The following additional packages will be installed:
  python3-click python3-colorama python3-flask python3-impacket python3-itsdangerous python3-jinja2 python3-ldap3 python3-openssl python3-pyasn1 python3-pycryptodome python3-pyinotify
  python3-werkzeug
Suggested packages:
  python-flask-doc python-jinja2-doc python-openssl-doc python3-openssl-dbg python-pyinotify-doc ipython3 python-werkzeug-doc python3-lxml python3-termcolor python3-watchdog
The following NEW packages will be installed:
====================================================================================================SNIP==============================================================================================================================
/usr/lib/python3/dist-packages/impacket/tds.py:778: SyntaxWarning: "is" with a literal. Did you mean "=="?
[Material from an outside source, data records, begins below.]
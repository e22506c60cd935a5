import * as z from 'zod/mini';

export const unitSystem = z.enum(['SI', 'US']);
export type UnitSystem = z.infer<typeof unitSystem>;
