import * as z from 'zod/mini';

/**
 * The check of a net's own drawing: cells, crossings, angles at boundaries and channels. It judges shape in the
 * section in which an isotropic net has square cells; places are in base-raster pixels of the sheet, rounded to a
 * tenth, lengths in the document's length unit in the natural section. Effects are first order, absolute, and say by how
 * much the head beside the place may be off: in drops, as a head in the length unit, and as a pressure in kPa (SI) or
 * lb/ft² (US); null where the net gives no head per drop.
 */
const place = z.tuple([z.number(), z.number()]);

export const netEffect = z.object({
  drops: z.number(),
  head: z.nullable(z.number()),
  pressure: z.nullable(z.number()),
});
export type NetEffect = z.infer<typeof netEffect>;

/** `notJudged`: the shape of the ground, the soil or the tracing accuracy leaves nothing to say. */
export const netJudgement = z.enum(['good', 'poor', 'notJudged']);
export type NetJudgement = z.infer<typeof netJudgement>;

export const checkedCell = z.object({
  /** Head lines towards the headwater and towards the outlet. */
  before: z.string(),
  after: z.string(),
  /** Its channel, an index of `channels`. */
  channel: z.number(),
  /** Corners and middles of the sides of a poor cell, in order round it; empty for others. */
  outline: z.array(place),
  at: place,
  /** Cell length along the flow L and width across it B. */
  length: z.number(),
  width: z.number(),
  /** B/L in the section in which cells are judged. */
  ratio: z.number(),
  /** The B/L that it should have beside the others, with its part of a drop, its soil and its part of a channel. */
  expected: z.nullable(z.number()),
  /** Angle between its two mid-lines. */
  midAngleDeg: z.number(),
  isExit: z.boolean(),
  judgement: netJudgement,
  /** Why it is not judged. */
  reason: z.nullable(
    z.enum(['singular', 'lineEnds', 'freeFace', 'severalSoils', 'unknownSoil', 'noCommonSection']),
  ),
  effect: z.nullable(netEffect),
});
export type CheckedCell = z.infer<typeof checkedCell>;

export const checkedMeeting = z.object({
  kind: z.enum(['crossing', 'equipotentialAtImpervious', 'equipotentialAtPhreatic', 'flowLineAtPotential']),
  /** The head line, and the flow line or boundary. */
  lines: z.tuple([z.string(), z.string()]),
  at: place,
  /** The sharper of the two angles. */
  angleDeg: z.number(),
  /** ± at 95 % from the tracing accuracy. */
  plusMinusDeg: z.number(),
  judgement: netJudgement,
  effect: netEffect,
});
export type CheckedMeeting = z.infer<typeof checkedMeeting>;

export const checkedChannel = z.object({
  /** Flow lines at its sides, seen along the flow; null at a traced boundary. */
  left: z.nullable(z.string()),
  right: z.nullable(z.string()),
  isOutermost: z.boolean(),
  cells: z.number(),
  /** Flow for each drop and unit permeability, ΣΔNd / Σ(L/B); 1 for squares. Null when none of its cells is judged. */
  flow: z.nullable(z.number()),
  /** That flow over the middle one of the whole channels. */
  share: z.nullable(z.number()),
  /** `partChannel`: an outermost channel that carries clearly less than the others. */
  judgement: z.enum(['good', 'poor', 'partChannel', 'notJudged']),
});
export type CheckedChannel = z.infer<typeof checkedChannel>;

/** A poor place in the list by effect: an index of the list that it is in. */
export const netFault = z.object({
  of: z.enum(['cells', 'meetings']),
  index: z.number(),
  at: place,
  text: z.string(),
  effect: netEffect,
});
export type NetFault = z.infer<typeof netFault>;

export const netCheckReading = z.object({
  /** B/L as entered, as measured (middle value of the judged cells), and by which the cells are judged. */
  enteredRatio: z.number(),
  measuredRatio: z.nullable(z.number()),
  judgedRatio: z.number(),
  /** False without traced flow lines: then each interval is one cell from boundary to boundary, compared with the others only. */
  hasChannels: z.boolean(),
  cells: z.array(checkedCell),
  meetings: z.array(checkedMeeting),
  channels: z.array(checkedChannel),
  /** Sum of the channels' flows, Nf·(B/L) as measured; null when a channel could not be measured. */
  measuredFlow: z.nullable(z.number()),
  /** q with that in place of Nf·(B/L) as stated; unit as the stated seepage. */
  measuredSeepage: z.nullable(z.number()),
  /** Poor cells and angles, the greatest effect first. */
  faults: z.array(netFault),
  summary: z.object({
    cellsJudged: z.number(),
    cellsPoor: z.number(),
    anglesJudged: z.number(),
    anglesPoor: z.number(),
    channelsPoor: z.number(),
    /** One line for the title block. */
    text: z.string(),
  }),
});
export type NetCheckReading = z.infer<typeof netCheckReading>;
  if lmhash is '' and nthash is '' and (aesKey is '' or aesKey is None) and TGT is None and TGS is None:
/usr/lib/python3/dist-packages/impacket/tds.py:813: SyntaxWarning: "is" with a literal. Did you mean "=="?
  if lmhash is '' and nthash is '' and (aesKey is '' or aesKey is None) and TGT is None and TGS is None:
/usr/lib/python3/dist-packages/impacket/tds.py:813: SyntaxWarning: "is" with a literal. Did you mean "=="?
  if lmhash is '' and nthash is '' and (aesKey is '' or aesKey is None) and TGT is None and TGS is None:
/usr/lib/python3/dist-packages/impacket/tds.py:813: SyntaxWarning: "is" with a literal. Did you mean "=="?
  if lmhash is '' and nthash is '' and (aesKey is '' or aesKey is None) and TGT is None and TGS is None:
  • Next, use this command to start sensor python3 sensor.py
root@iicybersecurity-VirtualBox:/home/iicybersecurity/maltrail# python3 sensor.py
Maltrail (sensor) #v0.24.22
 
[i] using configuration file '/home/iicybersecurity/maltrail/maltrail.conf'
[i] using '/var/log/maltrail' for log storage
[?] at least 384MB of free memory required
[i] using '/root/.maltrail/trails.csv' for trail storage
[i] updating trails (this might take a while)...
 [o] 'https://data.netlab.360.com/feeds/dga/bigviktor.txt'
 [o] 'https://data.netlab.360.com/feeds/dga/chinad.txt'
 [o] 'https://data.netlab.360.com/feeds/dga/conficker.txt'
 [o] 'https://data.netlab.360.com/feeds/dga/cryptolocker.txt'
 [o] 'https://data.netlab.360.com/feeds/dga/gameover.txt'
 [o] 'https://data.netlab.360.com/feeds/dga/locky.txt'
==================================================================================================SNIP================================================================================================================================
[i] opening interface 'any'
[i] setting capture filter 'udp or icmp or (tcp and (tcp[tcpflags] == tcp-syn or port 80 or port 1080 or port 3128 or port 8000 or port 8080 or port 8118))'
[o] running...
sensor.py:1093: DeprecationWarning: PY_SSIZE_T_CLEAN will be required for '#' formats
  _cap.loop(-1, _loop_handler)
  • Now, use this command to start maltrail server python3 server.py.
root@iicybersecurity-VirtualBox:/home/iicybersecurity/maltrail# python3 server.py
Maltrail (server) #v0.24.22
 
[i] using configuration file '/home/iicybersecurity/maltrail/maltrail.conf'
[i] starting HTTP server at http://0.0.0.0:8338/
[o] running...
  • Open this link in the browser http://192.168.0.24:8338
Matrail tool login page
Maltrail tool login page
  • Successfully we got the login page.
  • For logging into this web interface, default credentials are:
    • Username: admin
    • Password: changeme!
  • After logging in, we started attacking the server by using the Nmap tool on another machine by using this command nmap -n –script-vuln 192.168.0.24
  •  Nmap will start’s scanning the target IP. Maltrail tool sensor will detect the attack on the server and show it in the tool’s web interface page.
Matrail tool sensor will detect the attack on the server
Maltrail tool sensor will detect the attack on the server
  • Here, it shows the attack details number of threads, Events, security, sources, and trails details in the interface page.
  • This also generates the log files in /var/log/maltrail at this location.
root@iicybersecurity-VirtualBox:/var/log/maltrail# ls
2020-09-14.log  error.log

Conclusion

We saw on how easily Maltrail tool detected the malicious traffic on server, using this tool we can secure our network from the attackers.